Des familles se baladent, les hérons déjeunent, les rares fermes tendent leur pignon au soleil. Ambiance de dimanche calme, mais les autres jours ne doivent guère être plus agités. Passage sur la rive gauche, traversée de Chervilliers, un minuscule hameau isolé, à tel point que je me demande si les gens qui l'habitent savent qu'il existe un monde au-delà de la colline. Un ethnologue en manque de tribu inconnue trouverai certainement son bonheur ici!

Remontée pénible sur Epauvillers, par le seul accès carrossable, véhicules bas s'abstenir! J'inspecte d'en haut la route empruntée tout à l'heure, pas l'ombre d'un coureur, mais ou sont' ils donc passés? Comme souvent dans la contrée, le village est aligné à l'horizontale au milieu du pâturage. Petit problème, je ne trouve pas le balisage et j'ai le choix entre traverser l'agglomération ou suivre la route principale. Je prends cette dernière car elle passe plus haut et je préfère piquer sauvagement à travers un jardin bien propret que de remonter, et zut pour les poireaux. Heureusement, je retrouve le ravitaillement à la sortie du village ou je parviens dans le dos du responsable du balisage, un peu étonné. Mes excuses au passage pour le coup d'œil un peu agressif, la signalisation n'était pas mauvaise, juste un peu dur à repérer pour les gens pressés, dont je suis. Des faux-plats au menu pour moi, apéro et broches odorantes pour les bénévoles et spectateurs, et c'est reparti en direction de Montenol.

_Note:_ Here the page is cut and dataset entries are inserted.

def test_first_order_method_counts_one_eval_per_iteration():
    a = jnp.asarray([1.0, 2.0, 4.0])
    solver = InnerSolver(method="adam", learning_rate=0.05, tol=1e-4, max_iters=2000)
    x, rep = jax.jit(lambda x0: minimise(solver, lambda x: 0.5 * jnp.sum(a * (x - 1.0) ** 2), x0))(jnp.zeros(3))
    assert bool(rep.converged)
    assert int(rep.grad_evals) == int(rep.iters) + 1
    # minimiser is x = 1 (closed form); |x - 1| <= max|grad| / min(a) = tol.
    np.testing.assert_allclose(np.asarray(x), np.ones(3), atol=1e-4)


def test_quadratic_matches_linear_solve_vmapped_over_right_hand_sides():
    # 0.5 x^T A x - b^T x with A SPD, condition number 100, for 100 vectors b
    # (one problem per row under jax.vmap); reference numpy.linalg.solve.
    d, n, tol = 10, 100, 1e-10
    a = spd_matrix(d, 100.0, seed=5)  # eigenvalues in [1, 100]
    b = np.random.default_rng(6).normal(size=(n, d))
    b[:4] = 0.0  # x0 = 0 is already the solution: zero iterations for these rows
    with jax.enable_x64(True):
        aj = jnp.asarray(a)
        solver = InnerSolver(tol=tol, max_iters=300)

        def solve(bi):
            return minimise(solver, lambda x: 0.5 * x @ (aj @ x) - bi @ x, jnp.zeros(d))

        x, rep = jax.jit(jax.vmap(solve))(jnp.asarray(b))
    x = np.asarray(x)
    assert x.shape == (n, d) and rep.iters.shape == (n,)
    reference = np.linalg.solve(a, b.T).T  # numpy.linalg.solve, row by row
    assert np.all(np.asarray(rep.converged)) and not np.any(np.asarray(rep.capped))
    # The reported residual is the max-abs gradient A x - b: recompute it with numpy.
    grad_np = np.max(np.abs(x @ a - b), axis=1)
    assert np.max(grad_np) <= tol * 1.01 + 1e-13
    np.testing.assert_allclose(np.asarray(rep.residual), grad_np, rtol=1e-3, atol=1e-13)
    # Error bound for a strongly convex quadratic (lambda_min = 1):
    # |x - x*|_2 <= |grad|_2 / lambda_min <= sqrt(d) * max|grad|.
    assert np.max(np.linalg.norm(x - reference, axis=1)) <= math.sqrt(d) * tol * 1.01 + 1e-12
    iters = np.asarray(rep.iters)
    evals = np.asarray(rep.grad_evals)
    np.testing.assert_array_equal(iters[:4], 0)
    np.testing.assert_array_equal(evals[:4], 1)
    assert np.all(iters[4:] >= 1)
    assert len(np.unique(iters[4:])) > 1  # counts are per row, not the batch maximum
    assert np.all(evals >= iters + 1)


def test_vmap_iteration_counts_match_gradient_descent_theory():
    # f_i(x) = 0.5 a_i |x - c_i|^2 with plain gradient descent (optax.sgd, step lr)
    # from x0 = 0: max|grad| after k steps is a_i |1 - lr a_i|^k max|c_i| exactly
    # (textbook contraction, "Numerical Optimization" (2006), ch. 3), so the
    # number of iterations to reach tol is known in closed form for every row.
    n, d, lr, tol = 100, 3, 0.5, 1e-8
    rng = np.random.default_rng(7)
    curv = rng.uniform(0.1, 3.0, size=n)
    c = rng.normal(size=(n, d))
    m = np.max(np.abs(c), axis=1)
    rho = np.abs(1.0 - lr * curv)
    k_real = np.log(tol / (curv * m)) / np.log(rho)
    expected = np.ceil(k_real).astype(int)
    # skip rows whose exact count sits on an integer boundary (rounding could flip it)
    clear = np.abs(k_real - np.round(k_real)) > 1e-6
    assert clear.sum() > 90
    with jax.enable_x64(True):
        solver = InnerSolver(method="sgd", learning_rate=lr, tol=tol, max_iters=2000)

        def solve(ai, ci):
            return minimise(solver, lambda x: 0.5 * ai * jnp.sum((x - ci) ** 2), jnp.zeros(d))

        x, rep = jax.jit(jax.vmap(solve))(jnp.asarray(curv), jnp.asarray(c))
    iters = np.asarray(rep.iters)
    assert expected.max() > 5 * max(expected.min(), 1)  # the rows genuinely differ
    np.testing.assert_array_equal(iters[clear], expected[clear])
    np.testing.assert_array_equal(np.asarray(rep.grad_evals), iters + 1)
    np.testing.assert_allclose(np.asarray(x), c, atol=tol / curv.min() * 1.01)
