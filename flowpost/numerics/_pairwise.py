r"""Memory-bounded pairwise sums over a particle ensemble.

The interacting steppers (SVGD, the blob / kernel-density flow, the JKO step)
and the kernel Stein discrepancy need sums over all pairs of particles.  With
``N`` particles the full ``N x N`` kernel matrix would cost ``O(N^2)``
memory; everything in this module instead walks over *row blocks* of
``block`` destination points at a time (``lax.map``), so that peak memory is
``O(block * N)``.

Squared distances
-----------------
Inside a block, squared distances are computed as
``|y|^2 + |x|^2 - 2 y.x`` with one matrix product (after subtracting the mean
of the sources, which leaves distances unchanged and limits cancellation), so
a block costs ``O(block * N)`` memory, never ``O(block * N * d)``.  Matrix
products are requested at ``Precision.HIGHEST`` so that accelerators do not
silently drop to reduced-precision float32 products.

Blocked primitive
-----------------
:func:`map_row_blocks` pads the destination rows to a multiple of ``block``
(padding rows repeat the last real row, so they are always finite, and are
dropped from the output), applies a row-block function with ``lax.map`` and
wraps it in :func:`jax.checkpoint`, so that reverse-mode differentiation
recomputes each block instead of storing all blocks (which would again be
``N x N``).  Built on it: :func:`kernel_sums` (the two sums SVGD needs), the
Gaussian kernel densities of :mod:`flowpost.numerics._density` and, in
:mod:`flowpost.diagnostics`, the kernel Stein discrepancy.

Sharded ensembles
-----------------
Inside :func:`flowpost.run` with ``devices=`` the particle axis is sharded over a 1-D device
mesh whose axis is named :data:`PARTICLE_AXIS` (:func:`jax.set_mesh` is active while the run
is traced; :func:`particle_shards` reads it).  Then:

* :func:`map_row_blocks` maps each device's own ``N / P`` rows (``jax.shard_map``); whatever
  ``fn`` reads besides its rows (the sources of a kernel sum, a key) is gathered to every
  device (an all-gather of positions and scores: ``O(N d)`` per device, plus one block
  ``O(block * N)``).  The kernel densities, the Stein discrepancy and EnsembleLangevin's
  noise take this path.
* :func:`kernel_sums` passes the source shards round a ring (``lax.ppermute``, ``P`` visits):
  each device holds its ``N / P`` destination rows, one visiting source shard and its values
  (``O(N / P * d)``), and one block against it, ``O(block * N / P)``; no ``N x N`` matrix and
  no gathered ensemble.  The sums are the same up to float rounding (the order of the
  additions over sources changes), so SVGD and BlobFlow agree with the unsharded run to
  float rounding.

Without a mesh (or with one device) the unsharded code runs, number for number unchanged.

Random batches
--------------
:func:`random_batch_sums` and :func:`interaction_means` implement the random
batch interaction of "Random batch methods for interacting particle systems"
(2020): particles are randomly permuted into batches of ``p`` and interact
only within their batch, costing ``O(N p)`` per call.  A stepper passes
``batch=None`` (all pairs, blocked) or ``batch=p`` plus a key.

The kernel (:class:`~flowpost.numerics.RBF`, :class:`~flowpost.numerics.IMQ`)
is an ordinary pytree argument: its numbers are traced, so a new bandwidth does
not recompile.  ``block`` and ``batch`` are static (they fix the shapes).  All
functions take ``(N, d)`` arrays, are jit/vmap friendly and keep the caller's
floating dtype.
"""

from __future__ import annotations

from collections.abc import Callable
from functools import partial
from typing import Any

import jax
import jax.numpy as jnp
from jax import lax

from .._validate import fail, integer
from ._kernels import RadialKernel, as_points, check_kernel, resolve_scale, same_dim

Array = jax.Array
ArrayLike = Any

__all__ = [
    "DEFAULT_BLOCK",
    "PARTICLE_AXIS",
    "interaction_means",
    "kernel_sums",
    "map_row_blocks",
    "pairwise_sqdist",
    "particle_shards",
    "random_batch_sums",
    "ring_kernel_sums",
]

#: Default number of destination rows processed at once by the blocked sums.
#: A block holds a few ``(block, N)`` arrays: with ``N = 10^5`` and float32
#: that is about 200 MB per array, so lower it for very large ensembles.
DEFAULT_BLOCK: int = 512

_HIGHEST = lax.Precision.HIGHEST

#: Name of the mesh axis over which :func:`flowpost.run` shards the particle axis.
PARTICLE_AXIS: str = "particles"


def particle_shards() -> int:
    """How many shards the particle axis has where this is traced: the size of the mesh axis
    :data:`PARTICLE_AXIS` of the active mesh (:func:`jax.set_mesh`) when it is not already
    manual (inside ``shard_map``), else 1."""
    mesh = jax.sharding.get_abstract_mesh()
    if mesh.empty or PARTICLE_AXIS not in mesh.axis_names:
        return 1
    i = mesh.axis_names.index(PARTICLE_AXIS)
    if mesh.axis_types[i] == jax.sharding.AxisType.Manual:
        return 1
    return int(mesh.axis_sizes[i])


def _sharded_rows(n: int) -> int:
    """The shard count to split ``n`` rows over (1: run unsharded)."""
    p = particle_shards()
    return p if p > 1 and n % p == 0 else 1


def check_block(block: Any) -> int:
    return integer("block", block, minimum=1)


def _check_batch(batch: Any, n: int) -> int:
    return integer("batch", batch, minimum=2, maximum=n)


# --------------------------------------------------------------------------
# blocked primitive
# --------------------------------------------------------------------------


def pairwise_sqdist(y: Array, x: Array) -> Array:
    r"""Squared distances ``|y_i - x_j|^2`` as ``|y_i|^2 + |x_j|^2 - 2 y_i . x_j``.

    One ``(b, d) x (d, N)`` matrix product; the result is clipped at zero
    (rounding can make it slightly negative).  Memory ``O(b N)``.  Callers
    should centre both sets by a common shift first to limit cancellation.
    """
    yy = jnp.sum(y * y, axis=-1)
    xx = jnp.sum(x * x, axis=-1)
    r2 = yy[:, None] + xx[None, :] - 2.0 * jnp.matmul(y, x.T, precision=_HIGHEST)
    return jnp.maximum(r2, 0.0)


def map_row_blocks(fn: Callable[..., Any], rows: Any, *, block: int = DEFAULT_BLOCK, shared: Any = None) -> Any:
    r"""Apply a row-block function over the leading axis in blocks of ``block``.

    ``rows`` is a pytree of arrays sharing the leading length ``n``.  The
    leading axis is padded to ``n_b * b`` (``b = min(block, n)``,
    ``n_b = ceil(n / b)``) by repeating the last row (so that padded rows are
    finite), split into ``n_b`` blocks of ``b`` rows and mapped with
    ``lax.map``; ``fn`` receives a pytree of ``(b, ...)`` arrays and must
    return a pytree of ``(b, ...)`` arrays, one output row per input row.  The
    padded rows are dropped from the result.  ``fn`` is wrapped in
    :func:`jax.checkpoint`, so reverse-mode differentiation recomputes each
    block rather than storing the intermediates of all blocks.

    Peak memory is that of one call of ``fn`` (e.g. ``O(b N)`` for a block
    against ``N`` sources) plus the inputs and outputs.

    ``shared`` (optional, a pytree): arrays every block reads whole (the sources of a kernel
    sum); ``fn`` is then called as ``fn(block_rows, shared)``. The result is the same as
    closing over them, but under a sharded particle axis they become explicit replicated
    inputs of the per-device map, which reverse-mode differentiation through the map needs
    (pass whatever the caller differentiates by ``shared``, not by a closure).

    With the particle axis sharded over ``P`` devices (module docstring) and ``n`` divisible
    by ``P``, each device maps its own ``n / P`` rows in blocks of ``min(block, n / P)``, and
    every array ``fn`` reads besides its rows is gathered whole to each device: per device
    ``O(b N)`` for the block plus the gathered arrays (``O(N d)`` for positions and scores).
    """
    block = check_block(block)
    leaves = jax.tree.leaves(rows)
    if not leaves:
        raise fail("rows", "a pytree with at least one array", rows)
    n = leaves[0].shape[0]
    for leaf in leaves:
        if leaf.ndim < 1 or leaf.shape[0] != n:
            raise ValueError(f"rows: expected arrays sharing the leading length {n}; got shape {leaf.shape}")
    if n < 1:
        raise fail("rows", "at least one row", rows)
    p = _sharded_rows(n)
    if p > 1:
        return _map_sharded(fn, rows, block, n // p, shared)
    if shared is not None:
        return _map_local(lambda rb: fn(rb, shared), rows, block, n)
    return _map_local(fn, rows, block, n)


def _map_sharded(fn: Callable[..., Any], rows: Any, block: int, n_local: int, shared: Any) -> Any:
    """Each device maps its own ``n_local`` rows; ``shared`` and whatever ``fn`` closes over
    are replicated, i.e. gathered whole to every device."""
    spec = jax.sharding.PartitionSpec(PARTICLE_AXIS)
    if shared is None:
        return jax.shard_map(lambda r: _map_local(fn, r, block, n_local), in_specs=spec, out_specs=spec)(rows)

    def local(r, c):
        return _map_local(lambda rb: fn(rb, c), r, block, n_local)

    return jax.shard_map(local, in_specs=(spec, jax.sharding.PartitionSpec()), out_specs=spec)(rows, shared)


def _map_local(fn: Callable[[Any], Any], rows: Any, block: int, n: int) -> Any:
    b = min(block, n)
    n_blocks = -(-n // b)
    pad = n_blocks * b - n

    def split(a: Array) -> Array:
        if pad:
            a = jnp.pad(a, [(0, pad)] + [(0, 0)] * (a.ndim - 1), mode="edge")
        return a.reshape((n_blocks, b, *a.shape[1:]))

    out = lax.map(jax.checkpoint(fn), jax.tree.map(split, rows))

    def join(a: Array) -> Array:
        return a.reshape((n_blocks * b, *a.shape[2:]))[:n]

    return jax.tree.map(join, out)


def _sums_block(kernel: RadialKernel, scale: Array, y: Array, x: Array, v: Array):
    """Sums over all ``x`` for each row of ``y`` (both already centred)."""
    r2 = pairwise_sqdist(y, x)
    f, df, _ = kernel.profile(r2, scale)
    kv = jnp.matmul(f, v, precision=_HIGHEST)
    grad = 2.0 * (jnp.matmul(df, x, precision=_HIGHEST) - jnp.sum(df, axis=1)[:, None] * y)
    return kv, grad


def _flat_values(values: ArrayLike, n: int) -> tuple[Array, tuple[int, ...]]:
    values = jnp.asarray(values)
    if values.ndim < 1 or values.shape[0] != n:
        raise ValueError(
            f"values: expected leading dimension N = {n} (one row per source point); got shape {values.shape}"
        )
    trailing = values.shape[1:]
    return values.reshape(n, -1), trailing


def kernel_sums(
    kernel: RadialKernel,
    x_src: ArrayLike,
    values: ArrayLike,
    x_dst: ArrayLike | None = None,
    *,
    block: int = DEFAULT_BLOCK,
    scale: ArrayLike | None = None,
) -> tuple[Array, Array]:
    r"""Kernel-weighted sums over all source points, for every destination point.

    .. math::

        A_i = \sum_{j=1}^{N} k(x_j, y_i)\, v_j, \qquad
        B_i = \sum_{j=1}^{N} \nabla_{x_j} k(x_j, y_i)
            = \sum_j 2 f'(|x_j - y_i|^2)\,(x_j - y_i).

    These are the two sums of SVGD ("Stein variational gradient descent"
    (2016)): with ``v_j = s(x_j)`` the update direction is
    ``phi(y_i) = (A_i + B_i) / N``.  Computed over row blocks of destination
    points, memory ``O(block * N)``.

    Parameters
    ----------
    kernel : RBF or IMQ
        Kernel configuration (a pytree: its numbers may be traced).
    x_src : (N, d) array
        Source points ``x_j``.
    values : (N, ...) array
        Values ``v_j`` carried by the sources (e.g. scores, ``(N, d)``).
    x_dst : (M, d) array, optional
        Destination points ``y_i`` (default: ``x_src``).
    block : int
        Destination rows per block (static).
    scale : scalar, optional
        Length scale overriding the kernel's own (RBF bandwidth ``h`` or IMQ
        ``c``); by default ``kernel.scale_for(x_src)``.

    Returns
    -------
    A : (M, ...) array, same trailing shape as ``values``.
    B : (M, d) array.
    """
    check_kernel(kernel)
    return _kernel_sums(kernel, x_src, values, x_dst, block=check_block(block), scale=scale)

Au détour d'une clairière, un promeneur m'annonce avec un accent plein de terroir "le premier à quatre minutes, le second à 2". Bonne nouvelle, s'il est vrai que j'ai encore perdu du temps dans la montée, il y en a un qui ne peut plus tenir le rythme. Excusez-moi, je n'ai pas le temps de vous faire la visite de Montenol, mais vous pouvez relire ce qui précède et aligner le village sur la large crête, pignon au soleil, etc.…vous pouvez faire aussi un effort, non.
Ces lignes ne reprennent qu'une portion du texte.